Material for this exercise →
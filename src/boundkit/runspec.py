"""Run specs: a whole study described in one TOML file, and the engine that runs it.

A run spec names a physical model (the particle, one or more potential
*models*), the equations and channels to solve, and the studies to do. The
engine (:func:`run`) solves everything, then writes into one output folder
``results.json`` (all numbers, with units, constants, settings and the
boundkit version), CSV tables, figures and a short ``report.md``.

Format
------
Top-level keys (all optional unless marked)::

    title = "..."                      # required, one line
    description = "..."                # required, what the study is about
    units = "atomic"                   # parameters in hartree and bohr ("atomic")
                                       # or in MeV and fm ("nuclear")
    energy_unit = "keV"                # unit of reported energies (default hartree;
                                       # MeV for units = "nuclear")
    length_unit = "fm"                 # unit of reported lengths: bohr, fm, pm,
                                       # angstrom, nm (default bohr; fm for nuclear)
    figure_format = "png"              # png, svg or pdf
    equations = ["dirac"]              # schrodinger, klein-gordon, dirac
    channels = ["s1/2", "p"]           # see Channels below; default ["s"]
    levels = 3                         # lowest levels per channel
    tolerance = 1e-10                  # relative tolerance on binding energies
    method = "auto"                    # auto, spectral, finite-difference
    order = 8                          # finite-difference order (finite-difference only)

    [particle]                         # default: an electron
    name = "muon"                      # electron, muon, pion, kaon, proton, antiproton
    mass_mev = 1500.0                  # or a mass in MeV/c^2 (name is then a label)
    nucleus_mass_mev = 938.272         # optional: use the reduced mass

    [models.NAME]                      # required: one or more potential models
    label = "point nucleus"            # optional, for reports
    terms = ["coulomb", "uehling"]     # built-in vector terms (they add)
    scalar_terms = []                  # built-in Lorentz-scalar terms
    expressions = ["-Z*exp(-r/D)/r"]   # vector terms as expressions in r
    scalar_expressions = []
    params = { Z = 92 }                # parameters shared by the terms above,
                                       # in the unit system of `units`

    [[models.NAME.term]]               # a term with parameters of its own (e.g.
    name = "woods-saxon"               # the same built-in as vector and scalar)
    # expression = "..."               # instead of name
    role = "scalar"                    # vector (default) or scalar
    params = { depth = 420.0, radius = 6.0, diffuseness = 0.6 }
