def jumps(fn: Callable, v: np.ndarray | None = None, steps: _Steps | None = None) -> tuple[float, ...]:
    """Radii where the values of fn jump (see the module docstring), ascending.

    Notes
    -----
    A jump J between samples i and i + 1 on a smooth slope shows as the excess of that difference
    over the mean of its two neighbours, about J, far above the same excess elsewhere in a window of
    12 samples on either side (which measures the curvature), and above 1e-7 of |V|: a value that is
    a difference of large terms (-Z/r + Z/r inside a nucleus written by hand) steps by the ulp of its
    terms, 2e-8 of itself at r = 1e-9 for a nucleus of 0.1 bohr. On 33 points across the two samples
    the value must change by half of J exactly once (a steep smooth change spreads over several).
    The bisection then follows the half whose change
    departs more from the neighbours' slope, down to neighbouring floating point numbers, across
    which the value must still change by half of J.
    """
    r = wide_grid()
    v = _values(fn, r) if v is None else v         # fn on the wide grid, when the caller has it
    steps = steps or _step_candidates(v)
    cand, excess, trend = steps.cand, steps.excess, steps.trend
    if len(cand) > MAX_SWITCHES:
        log.info("potential: %d jumps or more; none reported (the solver proceeds without them)", len(cand))
        return ()
    out = []
    for i in cand:
        a, b = float(r[i]), float(r[i + 1])
        va, vb = float(v[i]), float(v[i + 1])
        jump = float(excess[i])
        slope = float(trend[i]) / (b - a)
        fine = _values(fn, np.linspace(a, b, 33))
        steps = np.abs(np.diff(fine) - slope * (b - a) / 32)
        if np.count_nonzero(steps >= 0.5 * jump) != 1:
            continue                              # a smooth change
        for _ in range(200):
            m = 0.5 * (a + b)
            if not a < m < b:
                break
            vm = float(_values(fn, [m])[0])
            if not math.isfinite(vm):
                break
            left, right = abs(vm - va - slope * (m - a)), abs(vb - vm - slope * (b - m))
            if max(left, right) < 0.5 * jump:     # shrinking with the bracket: steep, not a jump
                break
            if left >= right:
                b, vb = m, vm
            else:
                a, va = m, vm
        if abs(vb - va) >= 0.5 * jump and not a < 0.5 * (a + b) < b:
            out.append(b)
    return tuple(out)


class _Steps(NamedTuple):
    """The wide grid's neighbour differences ``d``, the larger |value| of each pair ``size``, and
    :func:`_step_candidates`' ``cand``, ``excess`` and ``trend``: computed once per function and
    shared by :func:`jumps`, :func:`steep_edges` and :func:`_sharp_steps`."""

    d: np.ndarray
    size: np.ndarray
    cand: np.ndarray
    excess: np.ndarray
    trend: np.ndarray


def _step_candidates(v: np.ndarray) -> _Steps:
    """Indices i where the wide grid's samples i, i + 1 differ far more than their neighbours (with
    that excess and the neighbours' mean difference): the candidates of :func:`jumps` and
    :func:`steep_edges`. Values that overflow (exp(r**2) far out) count as no difference."""
    with np.errstate(all="ignore"):
        d = np.diff(v)
        d = np.where(np.isfinite(d), d, 0.0)
        trend = np.zeros_like(d)
        trend[1:-1] = 0.5 * (d[:-2] + d[2:])
        excess = np.abs(d - trend)
        excess = np.where(np.isfinite(excess), excess, 0.0)
        # the largest excess 3 to 14 places away on either side (one shifted maximum per offset: the
        # same values as a sliding window's, five times faster)
        w = 12
        n = len(excess)
        pad = np.pad(excess, w + 2)
        background = np.zeros_like(excess)
        for j in range(3, w + 3):
            np.maximum(background, pad[w + 2 - j:w + 2 - j + n], out=background)
            np.maximum(background, pad[w + 2 + j:w + 2 + j + n], out=background)
        size = np.maximum(np.abs(v[:-1]), np.abs(v[1:]))
        size = np.where(np.isfinite(size), size, 0.0)
        peak = np.ones_like(excess, dtype=bool)
        peak[1:] &= excess[1:] >= excess[:-1]
        peak[:-1] &= excess[:-1] >= excess[1:]
        cand = np.nonzero(peak & (excess > _JUMP_RATIO * background) & (excess > 1e-7 * size) & (excess > 0))[0]
    return _Steps(d, size, cand, excess, trend)


def steep_edges(fn: Callable, v: np.ndarray | None = None, skip=(),
                steps: _Steps | None = None) -> tuple[float, ...]:
    """Radii that grade the elements at each smooth edge of fn narrower than the wide grid, ascending.

    Notes
    -----
    A candidate of :func:`jumps` (two neighbouring samples differing far more than those beside
    them) that is no jump, and not within the bracket of one in ``skip``, is a smooth change
    narrower than the grid spacing (0.23 %): a Woods-Saxon edge of a/R = 1e-4 written as an
    expression. Its centre c is where fn crosses halfway between the samples on either side of the
    two (where it has reached its plateaus), and its width
    w = (r_75 - r_25) / (2 ln 3), from where it crosses a quarter and three quarters (exactly the
    diffuseness for a Woods-Saxon or Fermi shape). Reported: c, and c -+ 2w, 8w, 32w, ... up to
    0.05 c, the graded boundaries the built-in Woods-Saxon term declares for its sharp edges
    (:class:`boundkit.potentials.library.WoodsSaxon`), so that each element spans a stretch where
    the shape is analytic on a scale of its own length. Without them the layout's sampling never saw
    the edge: a solve ended 'ok' with estimates 35 times below its error. Steps wider than the grid's
    spacing but narrower than 0.01 c are found by :func:`_sharp_steps` and graded the same way.
    """
    r = wide_grid()
    v = _values(fn, r) if v is None else v
    steps = steps or _step_candidates(v)
    cand = steps.cand
    if len(cand) > MAX_SWITCHES:
        return ()
    out: list[float] = []
    for i in cand:
        if i == 0 or i >= len(r) - 3:
            continue                                   # the grid's ends: no neighbour on one side
        if any(float(r[i]) <= x <= float(r[i + 1]) for x in skip):
            continue
        # the samples either side of the candidate interval: an edge narrower than the grid has
        # reached its plateaus there even when one end of the interval lies on its slope
        a, b = float(r[i - 1]), float(r[i + 2])
        va, vb = float(v[i - 1]), float(v[i + 2])
        if not (math.isfinite(va) and math.isfinite(vb)) or va == vb:
            continue

        c, w = _centre_and_width(fn, a, b, va, vb)
        # narrower than the grid: a change spread evenly over the interval has w = 0.23 (b - a); a
        # jump has no width at all (the three crossings meet at neighbouring floating point numbers)
        if not (a < c < b and 1e-12 * c < w < 0.05 * (b - a)):
            continue
        out += graded_edge(c, w)
    for c, w in _sharp_steps(fn, r, v, steps, skip=[*skip, *out]):      # (out: the narrow edges' radii)
        out += graded_edge(c, w)
    return tuple(sorted(out))
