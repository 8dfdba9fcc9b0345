// Engine fuelling and emissions, part 4: diesel glow plugs and their control, exhaust-gas
// recirculation, and the turbocharger with its hoses and boost control. The types cannot say
// "turbocharged" yet, so turbo faults apply to combustion engines and their descriptions say so.
import {
  bearsOn,
  COMBUSTION,
  componentNode,
  DIESEL_ONLY,
  failureMode,
  producesSymptoms,
  SAY,
  gradedOn,
} from "./build";
import type { KnowledgeBaseSeed } from "./types";

const fm = (parent: string, f: Parameters<typeof failureMode>[2]) =>
  failureMode("engine_fuel_emissions", parent, f);
const sym = { system: "engine_fuel_emissions" } as const;
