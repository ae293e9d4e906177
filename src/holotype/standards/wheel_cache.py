"""holotype's own wheel cache: the wheels `recreate` fetched, kept by file name (whose tags and build say
which build it is), so a second recreate installs offline and `pins --to pylock` can hash them."""

from __future__ import annotations

import os
from pathlib import Path

from holotype.records import PackageRecord


def wheel_cache() -> Path:
    """$HOLOTYPE_CACHE_DIR/wheels, else `wheels` in the platform's user cache folder for holotype."""
    override = os.environ.get("HOLOTYPE_CACHE_DIR")
    if override:
        return Path(override) / "wheels"
    from platformdirs import user_cache_dir

    return Path(user_cache_dir("holotype", appauthor=False)) / "wheels"


def is_recorded_wheel(pkg: PackageRecord, filename: str) -> bool:
    """Whether a wheel file name (PEP 427) is the one the lock records for `pkg`: the same name and version,
    and where the lock knows them (from the installed WHEEL file) the same tags and build tag."""
    from packaging.utils import InvalidWheelFilename, canonicalize_name, parse_wheel_filename
    from packaging.version import InvalidVersion, Version

    try:
        name, version, build, tags = parse_wheel_filename(filename)
        wanted = Version(pkg.version)
    except (InvalidWheelFilename, InvalidVersion):
        return False
    if canonicalize_name(name) != pkg.name or version != wanted:
        return False
    if pkg.wheel_tags and {str(t) for t in tags} != set(pkg.wheel_tags):
        return False
    found_build = f"{build[0]}{build[1]}" if build else None
    return not ((pkg.wheel_tags or pkg.build) and found_build != pkg.build)  # a rebuilt `-1` wheel is another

Task to complete →
Look through the data above for the string "mean" and copy every line where it appears.

Task solution →
    over the mean of its two neighbours, about J, far above the same excess elsewhere in a window of
    that excess and the neighbours' mean difference): the candidates of :func:`jumps` and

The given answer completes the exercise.